Saturday, 19 April 2014

Sorry cancer but I'm busy. Just leave a message at the beep!

When I found out I had cancer the first thing I did was quit everything, including coaching for 24 hours. Cancer made me feel like I could do nothing but be 'cancer guy'! Why? Because I kept reading about people who had to step away because of cancer.

Philadelphia Flyers coach, Roger Neilson, took a leave of absence while he fought bone cancer.

A high school coach from Newfoundland stepped away for a year with lymphoma.

NFL coach, Chuck Pagano, had a replacement while he fought leukemia. 

Andy Reid of the Philadelphia Eagles battled the cancer, Terrell Owens, and made it to a Super Bowl. Sorry TO, I'm just kidding. I felt a moment of brevity was needed.

Cancer has caused me to miss a single practice and I have no intention to give it a chance to get in my way of living a happy life. I haven't missed a day of work or time with my family nor do I intend to let it. However, cancer was used as an excuse for leaving Homesense while my wife looked at cushions for an hour. Thanks cancer!

Cancer does not come with a rule book which is both a good and bad thing. How am I supposed to act and what should I do? My sense of humor has been active in the fight and I ask my friends and coworkers to do the same.

Me: My doctor is saying the only thing that could save me is a large order from you.
Customer: It'll be sad to see you go so young.

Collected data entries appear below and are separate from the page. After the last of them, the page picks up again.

"""The demo's extra climate: invented upper stations, gridded forcing, change files and configs."""

from __future__ import annotations

from pathlib import Path

import numpy as np
import pandas as pd
import pytest
import xarray as xr

import firnline
from firnline import demo
from firnline.changes import read_changes

REPO = Path(__file__).resolve().parents[1]
DEMO = REPO / "demo_dem"


@pytest.fixture(scope="module")
def network():
    return demo.make_station_network()


def test_committed_climate_files_match_the_generator(tmp_path, network):
    table, records = network
    pd.testing.assert_frame_equal(pd.read_csv(DEMO / "stations.csv"), pd.read_csv(
        pd.io.common.StringIO(table.to_csv(index=False, float_format="%.1f"))))
    for name, df in records.items():
        committed = pd.read_csv(DEMO / name, keep_default_na=True)
        fresh = pd.read_csv(pd.io.common.StringIO(df.to_csv(index=False, float_format="%.1f")))
        pd.testing.assert_frame_equal(committed, fresh)
    with xr.open_dataset(DEMO / "forcing.nc", engine="h5netcdf") as ds:
        fresh = demo.make_grid_forcing()
        np.testing.assert_array_equal(ds.tas.values, fresh.tas.values)
        np.testing.assert_array_equal(ds.pr.values, fresh.pr.values)
    for name in demo.DEMO_CHANGES:
        s = read_changes(DEMO / f"{name}.csv")
        assert s.warming_k == pytest.approx(demo.DEMO_CHANGES[name][0])
    for mode in ("stations", "grid"):
        assert (REPO / "configs" / f"demo_{mode}.toml").read_text() == demo.climate_config_text(
            mode, "../demo_dem/", output_dir=f"../out/{mode}")


def test_upper_stations_sit_off_the_ice_at_their_dem_elevation(network):
    table, records = network
    z, tr = demo.make_dem()
    masks = demo.glacier_masks(z, tr)
    assert list(table.station) == ["Seldra Dam", "Kessel Hut", "Seldra Pass"]
    for r in table.itertuples():
        col, row = ~tr @ (r.x, r.y)
        row, col = int(row), int(col)
        assert abs(z[row, col] - r.elevation_m) < 1.0
        assert not any(m[row, col] for m in masks.values())
    assert table.elevation_m.is_monotonic_increasing and table.elevation_m.iloc[-1] > 2700


def test_upper_records_are_colder_wetter_and_have_the_invented_gaps(network):
    table, records = network
    base = demo.make_station_record()
    hut, col = records["kessel_hut.csv"], records["seldra_pass.csv"]
    t_hut = pd.to_numeric(hut.temperature_c, errors="coerce")
    assert t_hut.isna().sum() == 15                                    # 10-24 January 2019
    assert len(col) == len(base) - 9                                   # no rows 1-9 July 2021
    assert t_hut.mean() < base.temperature_c.mean() - 5                # about 1270 m higher
    assert pd.to_numeric(hut.precipitation_mm, errors="coerce").mean() > base.precipitation_mm.mean()
    # the winter lapse rate is weaker than the summer one (invented valley inversions)
    d = pd.to_datetime(base.date)
    dz = table.elevation_m.iloc[1] - table.elevation_m.iloc[0]
    jan = (d.dt.month == 1).to_numpy() & t_hut.notna().to_numpy()
    jul = (d.dt.month == 7).to_numpy()
    lap_jan = (t_hut[jan] - base.temperature_c[jan]).mean() / dz
    lap_jul = (t_hut[jul] - base.temperature_c[jul]).mean() / dz
    assert -0.0055 < lap_jan < -0.0040 and -0.0075 < lap_jul < -0.0062


def test_demo_climate_configs_load_and_prepare():
    for mode, kind in (("stations", "StationNetwork"), ("grid", "GriddedForcing")):
        cfg = firnline.load_config(REPO / "configs" / f"demo_{mode}.toml")
        assert cfg.climate.mode == mode
        from firnline.model import prepare
        setup = prepare(cfg)
        assert type(setup.forcing.cells_source).__name__ == kind
        assert list(setup.forcing.years) == list(range(2017, 2025))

I feel like to "fit in" I should be looking sad, walking slowly and sitting at home. Screw that! When I go to the cancer centre I always go in with a huge smile and a skip in my step. Cancer will NOT ruin my day. I try to do the same thing on chemo days:

      2:00 Chemotherapy
      5:30 Pickup Rebecca and have dinner
      6:45 U17 Practice
      9:00 Walk dog for half an hour
      10:00 Gym and workout for 90 minutes

I've decided to keep active and do everything I can to be me. That includes being sarcastic, yelling, cursing, coaching, never sitting still, joking, having fun, hanging with family and working. Every now and then I remember I have cancer and I feel a little down but then I shake my head or I get an email or message from someone, often a former player, about something from the past and I laugh, smile or tear up and I'm my regular dickhead self again. Thanks Flynn for the most recent "Paul was a knob story." Yes, I realize I can be a dick from time to time...ok, most of the time.

Cancer has been a great learning experience. I've discovered there are a lot of people who care about me, I might be stronger than I thought, cancer isn't who I am but something I have, teams remain strong even twenty years after you've been together and at Brantford General Hospital they will NOT give you a picture of your testicles during a scrotal ultrasound but if I was pregnant I could have all the pictures I want! Double standard! Also, the technician will look uncomfortable for the duration of your visit after being asked for a picture of the scrotal ultrasound.

We are three weeks away from the end of our season, a season that I have battled cancer every day but I have not allowed it to cause me to miss a game and all but one practice. I've come to believe that I'm going to beat it by focusing on getting through a season at a time because to miss a game or practice because I let cancer beat me would just piss me off! In three weeks I'll be undefeated as a coach fighting cancer, 1-0! See you next season.

"Our Lady of Victory...PRAY FOR US!" Notre Dame Football

#shitkickcancer

Syracuse Men's Basketball, Jim Boeheim, beat prostate cancer just like I plan on doing!